Segundo o IBGE, os combustíveis apresentaram redução de 0,03% em março, com queda nos preços do gás veicular (-2,27%), do etanol (-0,61%) e da gasolina (-0,08%). Já o diesel teve alta de 3,77%.

No grupo Habitação, a energia elétrica residencial subiu 0,29%. No grupo Transportes, destaque para a alta das passagens aéreas (5,94%).

Meta de inflação e expectativas

O centro da meta oficial para o IPCA é de 3%, com margem de tolerância de 1,5 ponto percentual para mais ou menos.

Em seu Relatório de Política Monetária, divulgado nesta quinta, o Banco Central passou a projetar para 2026 uma inflação de 3,9%, ante projeção de 3,5% feita em dezembro do ano passado.
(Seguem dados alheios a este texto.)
//! Reads the published values in this directory (each file names its source in its first lines) and compares.
#![allow(dead_code, reason = "each test file reads its own part")]

use std::collections::HashMap;

/// 2^-24: the largest relative error of one rounding to `f32`.
pub(crate) const ROUNDING: f64 = 1.0 / 16_777_216.0;

/// `actual` lies within `tolerance` of `expected`, on either side. Run with `--nocapture` to see by how much.
#[track_caller]
pub(crate) fn close(what: &str, actual: impl Into<f64>, expected: f64, tolerance: f64) {
    let actual = actual.into();
    let error = (actual - expected).abs();
    println!("{what}: {actual} for {expected}, {:.2} of the tolerance", error / tolerance);
    assert!(error <= tolerance, "{what}: {actual} is not {expected} within {tolerance:e}");
}

/// The same with a tolerance in roundings of `expected` to `f32`.
#[track_caller]
pub(crate) fn close_by_roundings(what: &str, actual: impl Into<f64>, expected: f64, roundings: f64) {
    close(what, actual, expected, roundings * ROUNDING * expected.abs());
}

/// `actual`, rounded to `decimals`, is what the document prints.
#[track_caller]
pub(crate) fn prints_as(what: &str, actual: f64, printed: f64, decimals: i32) {
    close(what, actual, printed, 0.5 * libm::pow(10.0, -f64::from(decimals)));
}

/// The figures of a TOML file, or of one of its sections.
pub(crate) struct Figures(toml::Table);

impl Figures {
    /// Of a whole file.
    pub(crate) fn of(text: &str) -> Self {
        match text.parse() {
            Ok(table) => Self(table),
            Err(e) => panic!("{e}"),
        }
    }

    /// Of one section.
    pub(crate) fn section(&self, name: &str) -> Self {
        match self.0.get(name) {
            Some(toml::Value::Table(table)) => Self(table.clone()),
            _ => panic!("no section {name}"),
        }
    }

    /// One figure.
    pub(crate) fn number(&self, name: &str) -> f64 {
        self.0.get(name).and_then(number).unwrap_or_else(|| panic!("no number {name}"))
    }

    /// A row of figures.
    pub(crate) fn list(&self, name: &str) -> Vec<f64> {
        self.0.get(name).and_then(list).unwrap_or_else(|| panic!("no list {name}"))
    }

    /// A table of figures with `N` columns.
    pub(crate) fn rows<const N: usize>(&self, name: &str) -> Vec<[f64; N]> {
        let rows = self.0.get(name).and_then(toml::Value::as_array).unwrap_or_else(|| panic!("no table {name}"));
        rows.iter()
            .map(|row| list(row).and_then(|row| row.try_into().ok()).unwrap_or_else(|| panic!("{name}: bad row {row}")))
            .collect()
    }
}

fn number(value: &toml::Value) -> Option<f64> {
    value.as_float().or_else(|| value.as_integer().map(|whole| whole as f64))
}

fn list(value: &toml::Value) -> Option<Vec<f64>> {
    value.as_array()?.iter().map(number).collect()
}

/// One line of a CSV file.
#[derive(Clone)]
pub(crate) struct Record(HashMap<String, String>);

impl Record {
    /// A cell as it stands; empty if it is missing.
    pub(crate) fn text(&self, column: &str) -> &str {
        self.0.get(column).map_or("", String::as_str)
    }

    /// A cell's number.
    pub(crate) fn number(&self, column: &str) -> f64 {
        self.text(column).parse().unwrap_or_else(|_| panic!("no number in column {column}: {:?}", self.0))
    }
}

/// The lines of a CSV file with a heading; lines may be shorter than it.
pub(crate) fn records(text: &str) -> Vec<Record> {
    let mut lines =
        csv::ReaderBuilder::new().comment(Some(b'#')).flexible(true).has_headers(false).from_reader(text.as_bytes());
    let mut lines = lines.records().map(|line| line.unwrap_or_else(|e| panic!("{e}")));
    let heading = lines.next().unwrap_or_default();
    let cells =
        |line: csv::StringRecord| heading.iter().map(str::to_owned).zip(line.iter().map(str::to_owned)).collect();
    lines.map(|line| Record(cells(line))).collect()
}
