//! How long a test runs, what it tells meanwhile, and the table at its end.

use std::io::IsTerminal;
use std::time::Instant;

/// Days of a simulated life: `BRIMLINE_YEARS` years of 365 days, or what the suite takes.
pub(crate) fn days(suite: u64) -> u64 {
    let years: Option<f64> = std::env::var("BRIMLINE_YEARS").ok().and_then(|text| text.parse().ok());
    let suite = if cfg!(debug_assertions) { suite.div_ceil(20) } else { suite };
    years.map_or(suite, |years| (years * 365.0).ceil() as u64)
}

/// Updates of a filter: a tenth of a billion for each of `BRIMLINE_YEARS`, or what the suite takes.
pub(crate) fn updates(suite: u64) -> u64 {
    let years: Option<f64> = std::env::var("BRIMLINE_YEARS").ok().and_then(|text| text.parse().ok());
    let suite = if cfg!(debug_assertions) { suite / 20 } else { suite };
    years.map_or(suite, |years| (years * 1e8).ceil() as u64)
}

/// Tells on stderr how far a long test is; the suite's is short and silent.
pub(crate) struct Progress {
    name: &'static str,
    began: Instant,
    told: Instant,
}

impl Progress {
    pub(crate) fn new(name: &'static str) -> Self {
        Self { name, began: Instant::now(), told: Instant::now() }
    }

    pub(crate) fn tell(&mut self, done: u64, of: u64) {
        let pause_s = if std::io::stderr().is_terminal() { 2 } else { 20 };
        if self.told.elapsed().as_secs() >= pause_s {
            self.told = Instant::now();
            let percent = 100.0 * done as f64 / of as f64;
            eprintln!("{}: {percent:.1} % after {} s", self.name, self.began.elapsed().as_secs());
        }
    }

    /// Nanoseconds for each of `samples`.
    pub(crate) fn pace_ns(&self, samples: u64) -> f64 {
        self.began.elapsed().as_nanos() as f64 / samples as f64
    }
}

/// A Markdown table that is printed in one piece, since tests run side by side.
pub(crate) struct Table(String);

impl Table {
    pub(crate) fn new(heading: &str) -> Self {
        let columns = heading.matches('|').count() - 1;
        Self(format!("\n{heading}\n|{}|\n", vec!["--:"; columns].join("|")))
    }

    pub(crate) fn row(&mut self, row: &str) {
        self.0.push_str(row);
        self.0.push('\n');
    }

    pub(crate) fn print(&self) {
        println!("{}", self.0);
    }
}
A expectativa, porém, está abaixo da previsão do mercado financeiro, que é de 4,17% para 2026, segundo o último boletim Focus.

“Entre os fatores que contribuem para a alta das projeções, destacam-se a elevação do preço do petróleo e a revisão do hiato”, disse o BC, citando como fatores de baixa a valorização do real e queda marginal nas expectativas de mercado para os preços.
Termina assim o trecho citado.